But me and my pasty-greasy fingers were utterly absorbed in this creepy, gut-wrenching, cult-joining, sexuality-exploring, absolutely gripping read.

I wouldn’t recommend reading The Girls if you want to feel comfortable.

“’You ever hear anything about Russell?’
The question didn’t make sense to me. I didn’t understand that she was trying to gauge how many of the rumours I’d heard: about orgies, about frenzied acid trips and teen runaways forced to service older men. Dogs scarified on moonlit beaches, goat heads rotting in the sand. If I’d had friends besides Connie, I might’ve heard chatter of Russell at parties, some hushed gossip in the kitchen. Might’ve known to be wary.
But I shook my head. I hadn’t heard anything.”

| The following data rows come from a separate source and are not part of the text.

import { createServer, type AddressInfo, type Socket } from 'node:net';
import { once } from 'node:events';

/** Where in a conversation the server stands. `mail`: it has read a part of the mail; `end`: all of it. */
export const smtpStages = ['greeting', 'EHLO', 'MAIL FROM', 'RCPT TO', 'DATA', 'mail', 'end'] as const;
export type SmtpStage = (typeof smtpStages)[number];

/**
 * What goes wrong at a stage: an answer of refusal, no answer, a byte now and then that never makes a whole answer, a
 * connection that is cut instead of an answer.
 */
export type SmtpFault = { stage: SmtpStage } & (
  { how: 'answer'; code: number } | { how: 'hang' | 'drip' | 'cut' }
);

/** An SMTP server that speaks by hand, so that it can go wrong anywhere. */
export interface FaultySmtp {
  port: number;
  /** Mails that were read to their end and not refused, oldest first, whether or not the sender learnt of it. */
  arrived(): string[];
  /** From now on; null: none. */
  setFault(fault: SmtpFault | null): void;
  /** Resolves once so many conversations hang; at once where they do already. */
  standing(count?: number): Promise<void>;
  /** Gives every conversation that hangs the answer that it waits for, or cuts it. */
  release(how?: 'answer' | 'cut'): void;
  /** Cuts what is open and frees the port. */
  close(): Promise<void>;
}

const DRIP_MS = 50;
const answers: Record<SmtpStage, string> = {
  greeting: '220 a hand-made mail server',
  EHLO: '250 at your service',
  'MAIL FROM': '250 from whom',
  'RCPT TO': '250 to whom',
  DATA: '354 go on',
  mail: '',
  end: '250 taken',
};
const END = '\r\n.\r\n';

/** Listens on loopback; port 0 takes any free one. */
export async function startFaultySmtp(port = 0): Promise<FaultySmtp> {
  const state = new State();
  const sockets = new Set<Socket>();
  const server = createServer((socket) => {
    sockets.add(socket);
    socket.on('error', () => undefined).on('close', () => sockets.delete(socket));
    converse(socket, state);
  }).listen(port, '127.0.0.1');
  await once(server, 'listening');
  return {
    port: (server.address() as AddressInfo).port,
    arrived: () => [...state.mails],
    setFault: (fault) => (state.fault = fault),
    standing: (count = 1) => state.standing(count),
    release: (how = 'answer') => state.release(how),
    close: async () => {
      const closed = once(server, 'close');
      server.close();
      for (const socket of sockets) socket.destroy();
      await closed;
    },
  };
}

class State {
  fault: SmtpFault | null = null;
  readonly mails: string[] = [];
  private hanging: Record<'answer' | 'cut', () => void>[] = [];
  private waiting: { count: number; resolve: () => void }[] = [];

  hang(ends: Record<'answer' | 'cut', () => void>): void {
    this.hanging.push(ends);
    const reached = ({ count }: { count: number }) => count <= this.hanging.length;
    for (const { resolve } of this.waiting.filter(reached)) resolve();
    this.waiting = this.waiting.filter((one) => !reached(one));
  }

  standing(count: number): Promise<void> {
    if (count <= this.hanging.length) return Promise.resolve();
    return new Promise((resolve) => this.waiting.push({ count, resolve }));
  }

  release(how: 'answer' | 'cut'): void {
    for (const ends of this.hanging.splice(0)) ends[how]();
  }
}

function converse(socket: Socket, state: State): void {
  let text = '';
  let inMail = false;
  const reach = (stage: SmtpStage): void => {
    answer(socket, state, stage);
    if (stage === 'DATA') inMail = true;
  };
  socket.setEncoding('latin1').on('data', (chunk: string) => {
    text += chunk;
    if (inMail && state.fault?.stage === 'mail') return reach('mail');
    const end = inMail ? text.indexOf(END) : text.indexOf('\r\n');
    if (end < 0) return;
    const said = text.slice(0, end);
    text = text.slice(end + (inMail ? END.length : 2));
    if (inMail) {
      inMail = false;
      if (state.fault?.stage !== 'end' || state.fault.how !== 'answer') state.mails.push(said);
      return reach('end');
    }
    // Who does not get on with EHLO tries the older HELO.
    const words = said.toUpperCase().replace(/^HELO/, 'EHLO');
    const stage = smtpStages.find((one) => words.startsWith(one));
    if (stage) reach(stage);
    else socket.end('221 bye\r\n');
  });
  reach('greeting');
}

function answer(socket: Socket, state: State, stage: SmtpStage): void {
  const { fault } = state;
  const usual = () => socket.write(`${answers[stage]}\r\n`);
  if (fault?.stage !== stage) usual();
  else if (fault.how === 'answer') socket.write(`${fault.code} not today\r\n`);
  else if (fault.how === 'cut') socket.destroy();
  else if (fault.how === 'hang') state.hang({ answer: usual, cut: () => socket.destroy() });
  else drip(socket, answers[stage].slice(0, 4));
}

/** The code, and then words without an end. */
function drip(socket: Socket, code: string): void {
  socket.write(code);
  const timer = setInterval(() => socket.write('.'), DRIP_MS);
  socket.once('close', () => clearInterval(timer));
}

The Girls is about bored teen Evie Boyd. Apathetic about her friends, her upcoming transfer to boarding school, her parents’ recent divorce and well… just about everything. She mostly hangs out by herself, masturbating and thinking about all of the sex and excitement – though to her those things are one and the same – that are yet to come into her life.

Despite the madness of the scenario – charismatic cult leader, Manson family-style murder – everything that happens in The Girls feels grounded in reality. For however crazy her situation becomes – and it really does – Evie’s experiences and her thoughts about them never felt anything short of authentic.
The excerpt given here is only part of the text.